**WORK TASK**
Go through the data from its first line and retype each line, stopping once the line containing "planCaseAs, planRequest, send" has been retyped.

*** Opening DATA SUPPLIED ***

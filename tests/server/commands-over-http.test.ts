import { afterAll, beforeAll, describe, expect, test } from 'vitest';

import { commit, envelope, give, planCaseAs, planRequest, send } from './house/client';
import { openTestHouse, type TestHouse } from './house/open-test-house';

const desk = 'desk@demo.example';
let house: TestHouse;
let caseId: string;

beforeAll(async () => {
  house = await openTestHouse();
  caseId = await planCaseAs(house, desk);
});
afterAll(() => house.close());

const countEntries = async (of = caseId) => Number((await house.admin('entries').where({ case_id: of }).count('* as count').first())?.count);

describe('POST /api/cases/:id/commands', () => {
  test('401 for nobody, with a sentence and nothing written', async () => {
    const before = await countEntries();
    const answer = await send(house, 'POST', `/api/cases/${caseId}/commands`, { body: envelope({ name: 'send-message', text: 'Hello' }) });
    expect(answer.status).toBe(401);
    expect(answer.body).toMatchObject({ kind: 'not-signed-in', message: expect.stringMatching(/^Not signed in\. /) });
    expect(await countEntries()).toBe(before);
  });

  test('400 for an unknown field, named', async () => {
    const answer = await give(house, desk, caseId, { ...envelope({ name: 'send-message', text: 'Hello' }), extra: 1 } as never);
    expect(answer.status).toBe(400);
    expect(answer.body).toMatchObject({ kind: 'bad-request', field: 'extra' });
  });

  test('400 for a time ahead of the server and for one too old', async () => {
    const ahead = await give(house, desk, caseId, envelope({ name: 'send-message', text: 'Hello' }, new Date(Date.now() + 70_000).toISOString()));
    expect([ahead.status, ahead.body]).toMatchObject([400, { code: 'time-ahead', field: 'eventAt' }]);
    const old = await give(house, desk, caseId, envelope({ name: 'send-message', text: 'Hello' }, new Date(Date.now() - 25 * 3_600_000).toISOString()));
    expect([old.status, old.body]).toMatchObject([400, { code: 'time-too-old', field: 'eventAt' }]);
  });

  test('409 for what the case refuses, then success', async () => {
    const refused = await give(house, desk, caseId, envelope({ name: 'change-phase', phase: 'monitoring', reason: null }));
    expect([refused.status, refused.body]).toMatchObject([409, { kind: 'refused', code: 'not-open' }]);
    const [opened] = await commit(house, desk, caseId, { name: 'open-case', clockOffsetMs: 12 });
    expect(opened).toMatchObject({ kind: 'case.opened', seq: 2, author: { role: 'neurophysiologist' } });
  });

  test('the same command twice is one row and one answer', async () => {
    const request = envelope({ name: 'send-message', text: 'Once only' });
    const first = await give(house, desk, caseId, request);
    const before = await countEntries();
    const second = await give(house, desk, caseId, request);
    expect(second).toMatchObject({ status: 200, body: first.body as object });
    expect(await countEntries()).toBe(before);
  });

  test('the same command twenty times side by side is one row', async () => {
    const request = envelope({ name: 'send-message', text: 'Side by side' });
    const before = await countEntries();
    const answers = await Promise.all(Array.from({ length: 20 }, () => give(house, desk, caseId, request)));
    for (const answer of answers) expect(answer).toMatchObject({ status: 200, body: answers[0]?.body as object });
    expect(await countEntries()).toBe(before + 1);
  });

  test('the same command id with another content is refused and writes nothing', async () => {
    const request = envelope({ name: 'send-message', text: 'First content' });
    await give(house, desk, caseId, request);
    const before = await countEntries();
    const other = await give(house, desk, caseId, { ...request, command: { name: 'send-message', text: 'Other content' } });
    expect([other.status, other.body]).toMatchObject([409, { kind: 'refused', code: 'command-id-used', field: 'commandId' }]);
    expect(await countEntries()).toBe(before);
  });

  test('a repeat is answered with its entries also when the case would refuse it now', async () => {
    const another = await planCaseAs(house, desk);
    const opening = envelope({ name: 'open-case', clockOffsetMs: null });
    const first = await give(house, desk, another, opening);
    const again = await give(house, desk, another, opening);
    expect(again).toMatchObject({ status: 200, body: first.body as object });
  });
});

describe('POST /api/cases', () => {
  test('keeps the patient out of the log and gives a reference with a check letter', async () => {
    const request = planRequest();
    const cookie = await house.cookieOf(desk);
    const { body } = await send(house, 'POST', '/api/cases', { cookie, body: request });
    expect(body).toMatchObject({ kind: 'committed', entries: [{ kind: 'case.planned', body: { reference: expect.stringMatching(/^\d{2}-\d{5}-[A-Z]$/), identityCommitment: expect.stringMatching(/^[0-9a-f]{64}$/) } }] });
    expect(JSON.stringify(body)).not.toMatch(/Invented patient|DEMO-1/);
  });

  test('the same planning twice is one case; with another patient it is refused', async () => {
    const request = planRequest();
    const cookie = await house.cookieOf(desk);
    const first = await send(house, 'POST', '/api/cases', { cookie, body: request });
    const again = await send(house, 'POST', '/api/cases', { cookie, body: request });
    expect(again.body).toEqual(first.body);
    const other = await send(house, 'POST', '/api/cases', { cookie, body: { ...request, identity: { patientLabel: 'Another', recordNumber: 'DEMO-2' } } });
    expect([other.status, other.body]).toMatchObject([409, { code: 'command-id-used' }]);
  });

  test('a plan that does not fit together is a 400 with a sentence', async () => {
    const request = planRequest();
    const plan = { ...request.plan, paths: [{ ...request.plan.paths[0], id: 'axilla/nowhere', channelId: 'nowhere' }] };
    const answer = await send(house, 'POST', '/api/cases', { cookie: await house.cookieOf(desk), body: { ...request, plan } });
    expect([answer.status, answer.body]).toMatchObject([400, { field: 'plan', message: expect.stringMatching(/\w+/) }]);
  });

  test('who plans no cases is told "not found"', async () => {
    for (const email of ['surgeon@demo.example', 'physician@demo.example', 'admin@demo.example']) {
      expect((await send(house, 'POST', '/api/cases', { cookie: await house.cookieOf(email), body: planRequest() })).status).toBe(404);
    }
  });
});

*** Closing DATA SUPPLIED ***

**SOLUTION TO THIS TASK**
filename tests/server/commands-over-http.test.ts
import { afterAll, beforeAll, describe, expect, test } from 'vitest';

import { commit, envelope, give, planCaseAs, planRequest, send } from './house/client';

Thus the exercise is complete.